— What is being asked —
Below this line is the material. Write out only its lines from the one containing "import static org.junit.jupiter.api.Assertions.assertThrows;" through the one containing "not owner-only. */", both kept, exactly.
===== Information supplied =====
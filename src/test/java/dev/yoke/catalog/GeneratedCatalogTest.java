package dev.yoke.catalog;

import static org.junit.jupiter.api.Assertions.assertEquals;

import dev.yoke.engine.SyntheticParts;
import dev.yoke.model.Catalog;
import java.nio.file.Path;
import org.junit.jupiter.api.Test;
import org.junit.jupiter.api.io.TempDir;

/** The scale harness's writer: a generated catalog written as YAML loads back as the very same records. */
class GeneratedCatalogTest {

    @TempDir
    Path folder;

    @Test
    void generatedCatalogWrittenAsYamlLoadsBackEqual() throws Exception {
        Catalog catalog = SyntheticParts.catalog(300, 2600, 7L);
        CatalogScaleBench.write(catalog, folder);
        LoadedCatalog loaded = CatalogLoader.load(folder);
        assertEquals(catalog.motors(), loaded.catalog().motors());
        assertEquals(catalog.switches(), loaded.catalog().switches());
        assertEquals(3, loaded.files().size(), "2,600 switches fill two files of 2,500");
    }
}
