package dev.yoke.catalog;

import java.nio.file.Files;
import java.nio.file.Path;

/**
 * Child process for {@link AtomicFileKillTest}: saves two versions of one file alternately, forever,
 * through {@link AtomicFile}, until the test kills it. Prints {@code ready} after its first save.
 *
 * <p>Arguments: target file, file holding version A, file holding version B. With
 * {@code -Dyoke.plainWrite=true} it overwrites in place instead: the control that shows the kill
 * test can catch a torn file.
 */
public final class AtomicWriteLoop {

    private AtomicWriteLoop() {
    }

    public static void main(String[] args) throws Exception {
        Path target = Path.of(args[0]);
        byte[][] versions = {Files.readAllBytes(Path.of(args[1])), Files.readAllBytes(Path.of(args[2]))};
        AtomicFile.write(target, versions[1]);
        System.out.println("ready");
        System.out.flush();
        boolean plain = Boolean.getBoolean("yoke.plainWrite");
        for (long i = 0; ; i++) {
            if (plain) {
                Files.write(target, versions[(int) (i % 2)]);
            } else {
                AtomicFile.write(target, versions[(int) (i % 2)]);
            }
        }
    }
}
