package dev.yoke.catalog;

import static org.junit.jupiter.api.Assertions.assertArrayEquals;
import static org.junit.jupiter.api.Assertions.assertEquals;
import static org.junit.jupiter.api.Assertions.assertFalse;
import static org.junit.jupiter.api.Assertions.assertSame;
import static org.junit.jupiter.api.Assertions.assertThrows;
import static org.junit.jupiter.api.Assertions.assertTrue;

import java.io.IOException;
import java.nio.charset.StandardCharsets;
import java.nio.file.Files;
import java.nio.file.NoSuchFileException;
import java.nio.file.Path;
import java.nio.file.attribute.PosixFilePermissions;
import java.util.List;
import java.util.stream.Collectors;
import java.util.stream.Stream;
import org.junit.jupiter.api.Test;
import org.junit.jupiter.api.io.TempDir;

class AtomicFileTest {

    @TempDir
    Path folder;

    /** A new file is readable by others like any file the user creates (common practice: umask 022), not owner-only. */
    @Test
    void newFileIsReadableByOthers() throws IOException {
        Path target = folder.resolve("shortlist.csv");
        AtomicFile.write(target, bytes("a,b"));
        assertEquals("rw-r--r--", PosixFilePermissions.toString(Files.getPosixFilePermissions(target)));
    }

    @Test
    void newFileGetsContentAndNoBackup() throws IOException {
        Path target = folder.resolve("motors.yaml");
        AtomicFile.write(target, bytes("one"));
        assertEquals("one", Files.readString(target));
        assertFalse(Files.exists(AtomicFile.backupOf(target)));
        assertEquals(List.of("motors.yaml"), entries());
    }

    @Test
    void previousVersionIsKeptAsBackup() throws IOException {
        Path target = folder.resolve("motors.yaml");
        AtomicFile.write(target, bytes("one"));
        AtomicFile.write(target, bytes("two"));
        AtomicFile.write(target, bytes("three"));
        assertEquals("three", Files.readString(target));
        assertEquals("two", Files.readString(folder.resolve("motors.yaml.bak")));
        assertEquals(List.of("motors.yaml", "motors.yaml.bak"), entries(), "no temporary file is left behind");
    }

    @Test
    void restoreBackupPutsPreviousVersionBack() throws IOException {
        Path target = folder.resolve("motors.yaml");
        AtomicFile.write(target, bytes("good"));
        AtomicFile.write(target, bytes("bad"));
        AtomicFile.restoreBackup(target);
        assertEquals("good", Files.readString(target));
        assertEquals("good", Files.readString(AtomicFile.backupOf(target)));
    }

    @Test
    void restoreWithoutBackupIsRefused() throws IOException {
        Path target = folder.resolve("motors.yaml");
        AtomicFile.write(target, bytes("only"));
        assertThrows(NoSuchFileException.class, () -> AtomicFile.restoreBackup(target));
        assertEquals("only", Files.readString(target));
    }

    @Test
    void symbolicLinkIsFollowedAndKept() throws IOException {
        Path real = Files.createDirectories(folder.resolve("real")).resolve("switches.yaml");
        Files.writeString(real, "old");
        Path link = Files.createSymbolicLink(folder.resolve("switches.yaml"), real);
        AtomicFile.write(link, bytes("new"));
        assertTrue(Files.isSymbolicLink(link), "the link stays a link");
        assertEquals("new", Files.readString(real));
        assertEquals("old", Files.readString(AtomicFile.backupOf(real)));
    }

    @Test
    void permissionsOfTheOldFileAreKept() throws IOException {
        Path target = folder.resolve("motors.yaml");
        Files.writeString(target, "old");
        Files.setPosixFilePermissions(target, PosixFilePermissions.fromString("rw-r-----"));
        AtomicFile.write(target, bytes("new"));
        assertEquals("rw-r-----", PosixFilePermissions.toString(Files.getPosixFilePermissions(target)));
    }

    @Test
    void missingFolderFailsAndLeavesNothing() {
        Path target = folder.resolve("absent").resolve("motors.yaml");
        assertThrows(IOException.class, () -> AtomicFile.write(target, bytes("x")));
        assertFalse(Files.exists(target.getParent()));
    }

    @Test
    void failedMoveLeavesOldFileAndNoTemporary() throws IOException {
        // A folder where the target should be: the final rename fails after the temporary was written.
        Path target = Files.createDirectories(folder.resolve("motors.yaml"));
        Files.writeString(target.resolve("inside"), "keep");
        assertThrows(IOException.class, () -> AtomicFile.write(target, bytes("x")));
        assertEquals("keep", Files.readString(target.resolve("inside")));
        assertEquals(List.of("motors.yaml"), entries());
    }

    @Test
    void streamedContentReplacesTheFileAndKeepsTheBackup() throws IOException {
        Path target = folder.resolve("shortlist.csv");
        AtomicFile.write(target, bytes("first\r\n"));
        AtomicFile.write(target, out -> {
            for (int row = 0; row < 3; row++) {
                out.write(bytes("row " + row + "\r\n"));
            }
            out.close(); // closing only flushes: the save still forces and renames afterwards
        });
        assertEquals("row 0\r\nrow 1\r\nrow 2\r\n", Files.readString(target));
        assertEquals("first\r\n", Files.readString(AtomicFile.backupOf(target)));
        assertEquals(List.of("shortlist.csv", "shortlist.csv.bak"), entries(), "no temporary file is left behind");
    }

    /**
     * Content that fails part way, after more than one buffer has reached the temporary file, with a
     * checked exception, an unchecked one and an error: each comes back to the caller as it was
     * thrown, the old file and its backup stay byte for byte, and the temporary file is gone.
     */
    @Test
    void failingContentLeavesTheOldFileByteIdenticalAndNoTemporary() throws IOException {
        Path target = folder.resolve("motors.yaml");
        byte[] old = bytes("motors:\n  - id: old-motor # comment kept\n");
        AtomicFile.write(target, bytes("older"));
        AtomicFile.write(target, old);
        List<Throwable> failures = List.of(new IOException("disk full"), new IllegalStateException("bad row"),
                new Error("simulated"));
        for (Throwable failure : failures) {
            Throwable thrown = assertThrows(Throwable.class, () -> AtomicFile.write(target, out -> {
                out.write(new byte[200_000]); // past the buffer: part of it is already in the temporary file
                out.flush();
                throwUnchecked(failure);
            }));
            assertSame(failure, thrown);
            assertArrayEquals(old, Files.readAllBytes(target));
            assertEquals("older", Files.readString(AtomicFile.backupOf(target)));
            assertEquals(List.of("motors.yaml", "motors.yaml.bak"), entries(), "no temporary file is left behind");
        }
    }

    @SuppressWarnings("unchecked")
    private static <T extends Throwable> void throwUnchecked(Throwable failure) throws T {
        throw (T) failure;
    }

    private List<String> entries() throws IOException {
        try (Stream<Path> list = Files.list(folder)) {
            return list.map(p -> p.getFileName().toString()).sorted().collect(Collectors.toList());
        }
    }

    private static byte[] bytes(String text) {
        return text.getBytes(StandardCharsets.UTF_8);
    }
}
=====
— Solution to this task —
import static org.junit.jupiter.api.Assertions.assertThrows;
import static org.junit.jupiter.api.Assertions.assertTrue;

import java.io.IOException;
import java.nio.charset.StandardCharsets;
import java.nio.file.Files;
import java.nio.file.NoSuchFileException;
import java.nio.file.Path;
import java.nio.file.attribute.PosixFilePermissions;
import java.util.List;
import java.util.stream.Collectors;
import java.util.stream.Stream;
import org.junit.jupiter.api.Test;
import org.junit.jupiter.api.io.TempDir;

class AtomicFileTest {

    @TempDir
    Path folder;

    /** A new file is readable by others like any file the user creates (common practice: umask 022), not owner-only. */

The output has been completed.